Author: isadba| FH. CN Date: ./ on/ -reprint Please specify: isadba.com|FH. Cnblog:http://isadba.comOriginal: http://isadba.com/?p=67LVS Persistent Connection technology The persistent connection of LVS has two aspects: record the request information of the same client to the hash table of LVS, save time using Persistence_timeout control, the unit is seconds.
The persistence_granularity parameter is in conjunction with Persistence_timeout, which is especially useful in some cases where his value is the subnet mask, which represents the granularity of the persistent connection, which is 255 by default.255.255.255, which is a separate client IP
, if you change it,255.255.255. 0 is the client IP a network segment will be assigned to the same real server. Time-out after a connection is created idle, this time is 3 TCP idle timeout time LVS receives the client TCP fin timeout time how to view these values for UDP timeout?
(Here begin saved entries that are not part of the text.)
/**
 * Walks: one inspector's pass over a level, and the level's units with their state.
 * POST /jobs/:jobId/walks                        inspector, GC manager (Idempotency-Key) → 201 WalkDetail
 * GET  /jobs/:jobId/walks                        inspector, GC manager; filters levelId, inspectorId, open
 * GET  /jobs/:jobId/walks/:walkId                inspector, GC manager → WalkDetail (with coverage)
 * POST /jobs/:jobId/walks/:walkId/finish         the walk's inspector or a GC manager → WalkDetail
 * GET  /jobs/:jobId/levels/:levelId/walk-units   inspector, GC manager → WalkUnitsResponse
 * Subcontractors get 403: walks and unit states show every company's findings.
 */
import { Router } from 'express';
import { QueryTypes, type Sequelize, type Transaction } from 'sequelize';
import {
  createWalkSchema,
  finishWalkSchema,
  walkLevelParamsSchema,
  walkListQuerySchema,
  walkParamsSchema,
  walkUnitsQuerySchema,
  type CreateWalkInput,
  type WalkDetail,
  type WalkDto,
  type WalkListQueryParsed,
  type WalkUnitsQueryParsed,
  type WalkUnitsResponse,
} from '../../shared/schemas/findings';
import { jobParamsSchema } from '../../shared/schemas/setup';
import { badRequest, forbidden, notFound } from '../errors';
import { valid, validate } from '../middleware/validate';
import { Level, Walk } from '../models';
import { policy } from '../policies';
import { idempotentWrite } from '../services/idempotency';
import { finishPage, pageRequest } from '../services/paging';
import { inTransaction, lockRow, sequelizeOf } from '../services/records';
import { levelCoverage, walkUnitCounts, walkUnitsPage } from '../services/walkUnits';

const WALK_ROLES = ['gc_manager', 'inspector'] as const;

interface WalkRow {
  id: string;
  level_id: string;
  level_name: string;
  inspector_id: string;
  inspector_name: string;
  started_at: Date;
  finished_at: Date | null;
  check_count: string | number;
  /** started_at with microseconds, for the cursor. */
  started_text: string;
}

const WALK_SELECT = `
  SELECT w.id, w.level_id, l.name AS level_name, w.inspector_id, u.name AS inspector_name,
         w.started_at, w.finished_at,
         to_char(w.started_at AT TIME ZONE 'UTC', 'YYYY-MM-DD"T"HH24:MI:SS.US"Z"') AS started_text,
         (SELECT count(*) FROM unit_checks uc WHERE uc.walk_id = w.id) AS check_count
    FROM walks w JOIN levels l ON l.id = w.level_id JOIN users u ON u.id = w.inspector_id`;

function presentWalk(row: WalkRow): WalkDto {
  return {
    id: row.id,
    levelId: row.level_id,
    levelName: row.level_name,
    inspector: { id: row.inspector_id, name: row.inspector_name },
    startedAt: new Date(row.started_at).toISOString(),
    finishedAt: row.finished_at ? new Date(row.finished_at).toISOString() : null,
    checkCount: Number(row.check_count),
  };
}

export async function walkDetail(
  sequelize: Sequelize,
  jobId: string,
  walkId: string,
  transaction?: Transaction,
): Promise<WalkDetail | null> {
  const [row] = await sequelize.query<WalkRow>(`${WALK_SELECT} WHERE w.job_id = $1 AND w.id = $2`, {
    bind: [jobId, walkId],
    type: QueryTypes.SELECT,
    transaction,
  });
  if (!row) return null;
  const coverage = await levelCoverage(sequelize, jobId, row.level_id, transaction);
  const [inWalk] = await sequelize.query<{ n: string }>(
    `SELECT count(DISTINCT unit_id) AS n FROM unit_checks WHERE walk_id = $1 AND complete`,
    { bind: [walkId], type: QueryTypes.SELECT, transaction },
  );
  return { ...presentWalk(row), coverage, checkedInWalk: Number(inWalk?.n ?? 0) };
}

export function walksRouter(): Router {
  const router = Router();

  router.post(
    '/jobs/:jobId/walks',
    policy.jobMember(WALK_ROLES),
    validate({ params: jobParamsSchema, body: createWalkSchema }),
    async (req, res) => {
      const body = valid<CreateWalkInput>(req.valid.body);
      const { job } = req.membership!;
      const sequelize = sequelizeOf(req);
      await idempotentWrite(req, res, async (transaction) => {
        const level = await Level.findOne({ where: { id: body.levelId, jobId: job.id }, transaction });
        if (!level) throw badRequest('levelId: That level is not on this job.', { levelId: 'That level is not on this job.' });
        const now = new Date();
        const walk = await Walk.create(
          { jobId: job.id, levelId: level.id, inspectorId: req.user!.id, startedAt: now },
          { transaction },
        );
        return { status: 201, body: await walkDetail(sequelize, job.id, walk.id, transaction) };
      });
    },
  );

  router.get(
    '/jobs/:jobId/walks',
    policy.jobMember(WALK_ROLES),
    validate({ params: jobParamsSchema, query: walkListQuerySchema }),
    async (req, res) => {
      const query = valid<WalkListQueryParsed>(req.valid.query);
      const { job } = req.membership!;
      const page = pageRequest(req, { sort: '-startedAt', value: 'timestamp' });
      const bind: unknown[] = [job.id];
      const conds = ['w.job_id = $1'];
      if (query.levelId) conds.push(`w.level_id = $${bind.push(query.levelId)}`);
      if (query.inspectorId) conds.push(`w.inspector_id = $${bind.push(query.inspectorId)}`);
      if (query.open === true) conds.push('w.finished_at IS NULL');
      if (query.open === false) conds.push('w.finished_at IS NOT NULL');
      if (page.after) {
        // Newest first: (started_at, id) descending; the cursor carries started_at as text (microseconds kept).
        const a = bind.push(String(page.after.value));
        const b = bind.push(page.after.id);
        conds.push(`(w.started_at < $${a}::timestamptz OR (w.started_at = $${a}::timestamptz AND w.id < $${b}))`);
      }
      const limit = bind.push(page.limit + 1);
      const rows = await sequelizeOf(req).query<WalkRow>(
        `${WALK_SELECT} WHERE ${conds.join(' AND ')} ORDER BY w.started_at DESC, w.id DESC LIMIT $${limit}`,
        { bind, type: QueryTypes.SELECT },
      );
      const { rows: kept, nextCursor } = finishPage(rows, page, (r) => r.started_text);
      res.json({ items: kept.map(presentWalk), nextCursor });
    },
  );

  router.get('/jobs/:jobId/walks/:walkId', policy.jobMember(WALK_ROLES), validate({ params: walkParamsSchema }), async (req, res) => {
    const { walkId } = valid<{ walkId: string }>(req.valid.params);
    const walk = await walkDetail(sequelizeOf(req), req.membership!.job.id, walkId);
    if (!walk) throw notFound('Walk not found.');
    res.json(walk);
  });

  router.post(
    '/jobs/:jobId/walks/:walkId/finish',
    policy.jobMember(WALK_ROLES),
    validate({ params: walkParamsSchema, body: finishWalkSchema }),
    async (req, res) => {
      const { walkId } = valid<{ walkId: string }>(req.valid.params);
      const { job, role } = req.membership!;
      const sequelize = sequelizeOf(req);
      const detail = await inTransaction(req, async (transaction) => {
        const walk = await lockRow(Walk, { id: walkId, jobId: job.id }, transaction, 'Walk not found.');
        if (role !== 'gc_manager' && walk.inspectorId !== req.user!.id) {
          throw forbidden('Only the inspector who started this walk or a GC manager can finish it.');
        }
        // Finishing twice is harmless (a retried request): the first finish time stays.
        if (!walk.finishedAt) {
          walk.finishedAt = new Date();
          await walk.save({ transaction });
        }
        return walkDetail(sequelize, job.id, walk.id, transaction);
      });
      res.json(detail);
    },
  );

  router.get(
    '/jobs/:jobId/levels/:levelId/walk-units',
    policy.jobMember(WALK_ROLES),
    validate({ params: walkLevelParamsSchema, query: walkUnitsQuerySchema }),
    async (req, res) => {
      const { levelId } = valid<{ levelId: string }>(req.valid.params);
      const query = valid<WalkUnitsQueryParsed>(req.valid.query);
      const { job } = req.membership!;
      const sequelize = sequelizeOf(req);
      const level = await Level.findOne({ where: { id: levelId, jobId: job.id } });
      if (!level) throw notFound('Level not found.');
      const page = pageRequest(req, { sort: 'tag', value: 'text' });
      const filters = { spaceId: query.spaceId, systemId: query.systemId, kind: query.kind, q: query.q || undefined, state: query.state };
      const items = await walkUnitsPage(sequelize, job.id, level.id, filters, page);
      const { rows, nextCursor } = finishPage(items, page, (u) => u.tag);
      const counts = await walkUnitCounts(sequelize, job.id, level.id, filters);
      const coverage = await levelCoverage(sequelize, job.id, level.id);
      const body: WalkUnitsResponse = {
        items: rows,
        nextCursor,
        counts: {
          total: counts.total,
          checked: counts.checked,
          notChecked: counts.notChecked,
          inProgress: counts.inProgress,
          withOpenFindings: counts.withOpenFindings,
        },
        coverage,
      };
      res.json(body);
    },
  );

  return router;
}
Ipvsadm # To see the time-out period for connection idle (persistentTen). IP Virtual Server Version1.2.1(size=4096) Prot localaddress:port Scheduler Flags-remoteaddress:port Forward Weight activeconn inactconntcp122.225.32.142: HTTP RR PersistentTen-122.225.32.137: http Route1      0          1-122.225.32.136: http Route1      0          0Ipvsadm-L-Timeout # View TCP tcpfin UDP time-out timeout (TCP tcpfin UDP): the  -  -How did they work? Ipvsadm-LCN IPVS Connection Entries Pro expire State sourceVirtualDestination TCPxx: $NONE110.184.96.173:0 122.225.32.142: the 122.225.32.136: theTcp on: $Fin_wait110.184.96.173:54568 122.225.32.142: the 122.225.32.136:80

when a client accesses a VIP, Ipvs or records a message with a status of none, the expire initial value is the value of persistence_timeout, and then is smaller according to the clock primary key, which is connected to the same client IP during the existence of the following record. will be assigned to the same back end. The value of fin_wait is TCP Tcpfin UDP timeout time, when the value of none is 0 o'clock, if fin_wait still exists, then the value of none will be changed from new to 60 seconds, and then reduced, until the fin_wait disappears, none will disappear, as long as none exists, Access to the same client is assigned to unified Real server. How do I set these values? Persistence_timeout can be set in the following two ways Ipvsadm-a-t192.168.20.154: the-S Rr-p -Note: The red labeled 80 port in the above command, which represents the same client Access server's 80 port, will be defined to the same real server, if the 80 port is changed to 0, then any service of the same client Access server will be forwarded to the same real server. Modify the Keepalived configuration file and add persistence_timeout below the virtual server configuration -configuration of TCP Tcpfin UDP ipvsadm–SetTCP Tcpfin UDP # ipvsadm–Set  -  -  - //ExampleRecommendation: The value of tcpfin is preferably less than the value of persistence_timeout, which makes it easier to calculate.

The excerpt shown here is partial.